Problem requirements:
Reproduce the records exactly, beginning with their first line and ending with the line that contains "look at it.", and output nothing more.

[Data entries]
◆ ◆ ◆

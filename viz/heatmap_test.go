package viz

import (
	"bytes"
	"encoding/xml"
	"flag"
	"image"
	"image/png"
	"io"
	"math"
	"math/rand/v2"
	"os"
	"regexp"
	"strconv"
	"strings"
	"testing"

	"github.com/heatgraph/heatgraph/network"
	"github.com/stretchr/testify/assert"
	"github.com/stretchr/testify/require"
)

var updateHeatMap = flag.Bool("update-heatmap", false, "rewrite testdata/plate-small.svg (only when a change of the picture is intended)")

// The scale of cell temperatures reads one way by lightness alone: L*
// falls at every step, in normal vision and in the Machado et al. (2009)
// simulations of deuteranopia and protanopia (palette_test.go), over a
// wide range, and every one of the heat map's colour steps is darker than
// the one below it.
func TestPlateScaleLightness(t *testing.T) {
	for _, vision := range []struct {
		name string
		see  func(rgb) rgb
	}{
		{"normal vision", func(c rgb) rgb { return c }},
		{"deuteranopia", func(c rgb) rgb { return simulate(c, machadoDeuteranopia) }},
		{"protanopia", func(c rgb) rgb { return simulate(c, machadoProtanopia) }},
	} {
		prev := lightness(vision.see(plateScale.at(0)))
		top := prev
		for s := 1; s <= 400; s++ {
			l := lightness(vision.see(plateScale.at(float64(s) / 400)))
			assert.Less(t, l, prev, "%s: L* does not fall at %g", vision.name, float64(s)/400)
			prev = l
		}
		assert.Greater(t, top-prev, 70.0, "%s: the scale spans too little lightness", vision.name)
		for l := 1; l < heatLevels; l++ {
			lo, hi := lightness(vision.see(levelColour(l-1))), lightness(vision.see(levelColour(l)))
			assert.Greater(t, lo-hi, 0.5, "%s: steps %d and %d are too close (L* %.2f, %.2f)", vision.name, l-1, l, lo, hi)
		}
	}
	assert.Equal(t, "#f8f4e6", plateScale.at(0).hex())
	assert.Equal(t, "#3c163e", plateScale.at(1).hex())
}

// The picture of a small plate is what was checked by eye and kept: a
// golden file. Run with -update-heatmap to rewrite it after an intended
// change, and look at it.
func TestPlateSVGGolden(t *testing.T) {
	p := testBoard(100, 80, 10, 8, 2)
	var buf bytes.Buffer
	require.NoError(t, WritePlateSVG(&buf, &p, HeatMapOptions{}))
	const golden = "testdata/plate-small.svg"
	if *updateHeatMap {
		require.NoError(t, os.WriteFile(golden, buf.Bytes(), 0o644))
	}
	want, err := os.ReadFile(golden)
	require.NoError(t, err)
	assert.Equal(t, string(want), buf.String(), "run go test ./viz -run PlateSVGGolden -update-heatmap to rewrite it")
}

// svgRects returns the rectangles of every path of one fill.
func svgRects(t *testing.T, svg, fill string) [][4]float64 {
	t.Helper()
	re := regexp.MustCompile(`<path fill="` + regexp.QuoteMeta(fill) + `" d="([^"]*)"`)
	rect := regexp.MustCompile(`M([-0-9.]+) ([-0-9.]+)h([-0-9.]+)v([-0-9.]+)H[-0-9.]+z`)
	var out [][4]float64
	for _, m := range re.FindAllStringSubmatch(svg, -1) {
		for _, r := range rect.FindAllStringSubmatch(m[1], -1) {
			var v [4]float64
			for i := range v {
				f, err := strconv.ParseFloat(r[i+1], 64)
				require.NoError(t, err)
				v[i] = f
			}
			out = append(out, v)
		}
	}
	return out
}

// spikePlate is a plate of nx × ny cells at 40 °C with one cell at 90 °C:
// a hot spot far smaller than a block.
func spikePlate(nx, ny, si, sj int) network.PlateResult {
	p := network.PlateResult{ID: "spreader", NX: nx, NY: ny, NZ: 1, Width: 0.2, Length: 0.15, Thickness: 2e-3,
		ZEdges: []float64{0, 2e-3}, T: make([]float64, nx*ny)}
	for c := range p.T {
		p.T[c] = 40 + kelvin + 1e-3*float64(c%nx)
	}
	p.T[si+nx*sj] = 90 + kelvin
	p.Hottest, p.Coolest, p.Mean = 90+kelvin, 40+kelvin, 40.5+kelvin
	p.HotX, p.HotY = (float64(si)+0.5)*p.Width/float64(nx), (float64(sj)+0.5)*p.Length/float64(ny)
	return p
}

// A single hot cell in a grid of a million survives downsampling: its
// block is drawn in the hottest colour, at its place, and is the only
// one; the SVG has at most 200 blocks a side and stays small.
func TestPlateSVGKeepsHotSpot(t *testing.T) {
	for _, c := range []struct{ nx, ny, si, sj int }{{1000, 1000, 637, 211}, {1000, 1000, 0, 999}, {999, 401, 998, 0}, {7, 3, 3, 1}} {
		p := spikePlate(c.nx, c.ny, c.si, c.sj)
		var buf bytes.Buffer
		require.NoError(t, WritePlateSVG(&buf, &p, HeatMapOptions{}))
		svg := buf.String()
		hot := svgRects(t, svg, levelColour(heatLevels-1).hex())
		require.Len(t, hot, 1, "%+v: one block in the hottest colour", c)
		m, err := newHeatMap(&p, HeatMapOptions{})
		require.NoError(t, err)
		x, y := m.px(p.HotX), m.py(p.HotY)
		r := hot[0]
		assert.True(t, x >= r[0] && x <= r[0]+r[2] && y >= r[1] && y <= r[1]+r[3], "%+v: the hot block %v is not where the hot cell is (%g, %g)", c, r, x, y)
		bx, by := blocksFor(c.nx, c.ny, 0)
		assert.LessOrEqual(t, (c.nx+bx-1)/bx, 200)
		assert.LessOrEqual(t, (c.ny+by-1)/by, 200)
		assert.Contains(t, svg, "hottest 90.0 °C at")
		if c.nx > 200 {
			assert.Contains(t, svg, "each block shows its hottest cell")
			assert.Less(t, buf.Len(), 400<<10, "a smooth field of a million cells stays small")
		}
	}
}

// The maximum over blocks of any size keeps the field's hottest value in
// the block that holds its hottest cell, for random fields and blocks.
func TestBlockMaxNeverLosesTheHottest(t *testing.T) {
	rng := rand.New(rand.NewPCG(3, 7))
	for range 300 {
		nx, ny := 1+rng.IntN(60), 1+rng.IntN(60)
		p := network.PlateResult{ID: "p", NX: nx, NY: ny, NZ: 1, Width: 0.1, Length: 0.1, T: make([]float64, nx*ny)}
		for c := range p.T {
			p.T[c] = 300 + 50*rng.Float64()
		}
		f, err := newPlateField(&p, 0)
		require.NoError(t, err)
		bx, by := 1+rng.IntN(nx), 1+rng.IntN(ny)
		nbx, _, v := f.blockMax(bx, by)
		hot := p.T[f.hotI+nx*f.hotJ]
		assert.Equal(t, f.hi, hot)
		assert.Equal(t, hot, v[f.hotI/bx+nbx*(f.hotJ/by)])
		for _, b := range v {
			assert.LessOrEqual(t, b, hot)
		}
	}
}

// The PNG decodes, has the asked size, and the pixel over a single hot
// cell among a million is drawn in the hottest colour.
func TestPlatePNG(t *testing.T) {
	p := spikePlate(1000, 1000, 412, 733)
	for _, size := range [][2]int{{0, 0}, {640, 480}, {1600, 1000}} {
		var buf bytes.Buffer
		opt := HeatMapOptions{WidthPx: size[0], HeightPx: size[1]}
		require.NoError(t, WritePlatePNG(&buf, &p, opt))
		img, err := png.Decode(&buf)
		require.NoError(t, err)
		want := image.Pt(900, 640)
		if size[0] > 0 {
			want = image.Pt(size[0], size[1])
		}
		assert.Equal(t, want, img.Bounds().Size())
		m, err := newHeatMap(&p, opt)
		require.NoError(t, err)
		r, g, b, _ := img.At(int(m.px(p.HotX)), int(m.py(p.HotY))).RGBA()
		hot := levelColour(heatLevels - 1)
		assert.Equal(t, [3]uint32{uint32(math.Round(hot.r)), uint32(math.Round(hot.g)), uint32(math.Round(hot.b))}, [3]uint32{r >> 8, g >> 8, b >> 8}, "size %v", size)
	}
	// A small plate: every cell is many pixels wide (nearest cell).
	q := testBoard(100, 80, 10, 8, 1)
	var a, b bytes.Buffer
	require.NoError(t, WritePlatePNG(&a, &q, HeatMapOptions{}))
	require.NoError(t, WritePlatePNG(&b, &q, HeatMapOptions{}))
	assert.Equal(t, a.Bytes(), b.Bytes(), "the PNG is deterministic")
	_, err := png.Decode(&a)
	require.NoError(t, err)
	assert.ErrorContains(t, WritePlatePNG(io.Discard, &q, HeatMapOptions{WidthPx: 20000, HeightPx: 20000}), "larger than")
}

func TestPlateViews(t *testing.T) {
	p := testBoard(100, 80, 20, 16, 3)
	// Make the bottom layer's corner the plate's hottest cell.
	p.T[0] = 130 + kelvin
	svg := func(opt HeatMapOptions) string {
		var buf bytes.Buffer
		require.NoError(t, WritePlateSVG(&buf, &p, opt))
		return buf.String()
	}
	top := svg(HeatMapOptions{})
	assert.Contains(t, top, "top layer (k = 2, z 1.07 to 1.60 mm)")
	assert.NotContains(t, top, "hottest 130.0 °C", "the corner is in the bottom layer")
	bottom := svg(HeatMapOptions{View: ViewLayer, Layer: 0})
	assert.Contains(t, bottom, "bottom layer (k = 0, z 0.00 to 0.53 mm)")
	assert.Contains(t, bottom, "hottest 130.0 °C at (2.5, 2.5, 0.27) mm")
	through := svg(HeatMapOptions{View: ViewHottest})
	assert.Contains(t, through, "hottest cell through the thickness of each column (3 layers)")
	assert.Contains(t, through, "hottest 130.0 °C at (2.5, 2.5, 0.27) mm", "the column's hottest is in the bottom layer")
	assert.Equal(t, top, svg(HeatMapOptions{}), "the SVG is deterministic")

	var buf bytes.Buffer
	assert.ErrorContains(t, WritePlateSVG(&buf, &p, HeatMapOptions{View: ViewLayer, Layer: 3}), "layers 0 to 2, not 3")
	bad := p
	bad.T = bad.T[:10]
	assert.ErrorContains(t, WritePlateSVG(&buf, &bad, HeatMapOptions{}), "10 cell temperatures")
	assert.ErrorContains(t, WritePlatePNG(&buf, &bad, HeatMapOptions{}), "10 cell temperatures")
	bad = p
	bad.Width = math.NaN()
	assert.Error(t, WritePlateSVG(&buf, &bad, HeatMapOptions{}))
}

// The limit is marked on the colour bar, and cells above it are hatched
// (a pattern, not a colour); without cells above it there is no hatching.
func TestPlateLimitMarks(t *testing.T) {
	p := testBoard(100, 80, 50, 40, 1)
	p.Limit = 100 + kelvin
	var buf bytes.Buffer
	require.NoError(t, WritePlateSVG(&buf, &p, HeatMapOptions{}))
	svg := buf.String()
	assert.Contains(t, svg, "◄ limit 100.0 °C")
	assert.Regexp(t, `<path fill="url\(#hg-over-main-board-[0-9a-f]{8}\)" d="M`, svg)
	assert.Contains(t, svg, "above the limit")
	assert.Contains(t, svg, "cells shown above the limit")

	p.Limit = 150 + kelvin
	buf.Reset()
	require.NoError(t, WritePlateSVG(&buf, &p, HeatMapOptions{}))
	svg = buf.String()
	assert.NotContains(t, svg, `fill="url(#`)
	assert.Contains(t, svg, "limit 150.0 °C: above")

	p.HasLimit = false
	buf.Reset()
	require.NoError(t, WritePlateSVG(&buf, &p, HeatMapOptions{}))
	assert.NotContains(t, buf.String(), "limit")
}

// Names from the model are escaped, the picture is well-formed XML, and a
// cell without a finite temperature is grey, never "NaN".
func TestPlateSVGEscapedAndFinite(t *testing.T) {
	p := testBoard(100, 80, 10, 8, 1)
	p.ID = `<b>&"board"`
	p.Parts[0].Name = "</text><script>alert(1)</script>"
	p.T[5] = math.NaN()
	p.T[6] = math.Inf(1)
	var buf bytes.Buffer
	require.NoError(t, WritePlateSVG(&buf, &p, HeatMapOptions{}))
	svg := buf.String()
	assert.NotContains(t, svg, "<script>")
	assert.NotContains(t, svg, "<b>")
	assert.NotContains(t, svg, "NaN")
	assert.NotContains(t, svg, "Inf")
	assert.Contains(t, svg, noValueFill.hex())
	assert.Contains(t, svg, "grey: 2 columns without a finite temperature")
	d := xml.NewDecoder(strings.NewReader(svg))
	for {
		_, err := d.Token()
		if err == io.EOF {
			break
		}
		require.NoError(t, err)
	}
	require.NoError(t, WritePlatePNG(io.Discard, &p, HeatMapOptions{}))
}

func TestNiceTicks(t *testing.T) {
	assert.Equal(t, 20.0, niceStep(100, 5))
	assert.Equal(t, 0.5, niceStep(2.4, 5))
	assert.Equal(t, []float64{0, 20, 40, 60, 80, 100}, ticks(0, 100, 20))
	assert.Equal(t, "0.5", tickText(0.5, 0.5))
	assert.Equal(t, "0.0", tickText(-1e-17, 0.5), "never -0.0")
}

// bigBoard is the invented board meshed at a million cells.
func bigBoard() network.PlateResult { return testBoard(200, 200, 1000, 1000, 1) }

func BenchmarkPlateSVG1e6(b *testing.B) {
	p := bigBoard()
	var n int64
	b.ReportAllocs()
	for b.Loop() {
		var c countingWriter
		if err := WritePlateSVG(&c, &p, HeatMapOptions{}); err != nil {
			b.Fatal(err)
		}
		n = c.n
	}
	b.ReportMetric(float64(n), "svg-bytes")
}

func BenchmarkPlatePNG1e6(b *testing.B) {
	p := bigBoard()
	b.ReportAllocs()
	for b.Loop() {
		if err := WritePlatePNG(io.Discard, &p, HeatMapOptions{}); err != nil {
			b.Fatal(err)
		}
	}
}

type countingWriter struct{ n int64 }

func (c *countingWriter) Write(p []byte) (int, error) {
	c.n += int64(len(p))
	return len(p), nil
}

◆ ◆ ◆

Finished exercise:
filename viz/heatmap_test.go
package viz

import (
	"bytes"
	"encoding/xml"
	"flag"
	"image"
	"image/png"
	"io"
	"math"
	"math/rand/v2"
	"os"
	"regexp"
	"strconv"
	"strings"
	"testing"

	"github.com/heatgraph/heatgraph/network"
	"github.com/stretchr/testify/assert"
	"github.com/stretchr/testify/require"
)

var updateHeatMap = flag.Bool("update-heatmap", false, "rewrite testdata/plate-small.svg (only when a change of the picture is intended)")

// The scale of cell temperatures reads one way by lightness alone: L*
// falls at every step, in normal vision and in the Machado et al. (2009)
// simulations of deuteranopia and protanopia (palette_test.go), over a
// wide range, and every one of the heat map's colour steps is darker than
// the one below it.
func TestPlateScaleLightness(t *testing.T) {
	for _, vision := range []struct {
		name string
		see  func(rgb) rgb
	}{
		{"normal vision", func(c rgb) rgb { return c }},
		{"deuteranopia", func(c rgb) rgb { return simulate(c, machadoDeuteranopia) }},
		{"protanopia", func(c rgb) rgb { return simulate(c, machadoProtanopia) }},
	} {
		prev := lightness(vision.see(plateScale.at(0)))
		top := prev
		for s := 1; s <= 400; s++ {
			l := lightness(vision.see(plateScale.at(float64(s) / 400)))
			assert.Less(t, l, prev, "%s: L* does not fall at %g", vision.name, float64(s)/400)
			prev = l
		}
		assert.Greater(t, top-prev, 70.0, "%s: the scale spans too little lightness", vision.name)
		for l := 1; l < heatLevels; l++ {
			lo, hi := lightness(vision.see(levelColour(l-1))), lightness(vision.see(levelColour(l)))
			assert.Greater(t, lo-hi, 0.5, "%s: steps %d and %d are too close (L* %.2f, %.2f)", vision.name, l-1, l, lo, hi)
		}
	}
	assert.Equal(t, "#f8f4e6", plateScale.at(0).hex())
	assert.Equal(t, "#3c163e", plateScale.at(1).hex())
}

// The picture of a small plate is what was checked by eye and kept: a
// golden file. Run with -update-heatmap to rewrite it after an intended
// change, and look at it.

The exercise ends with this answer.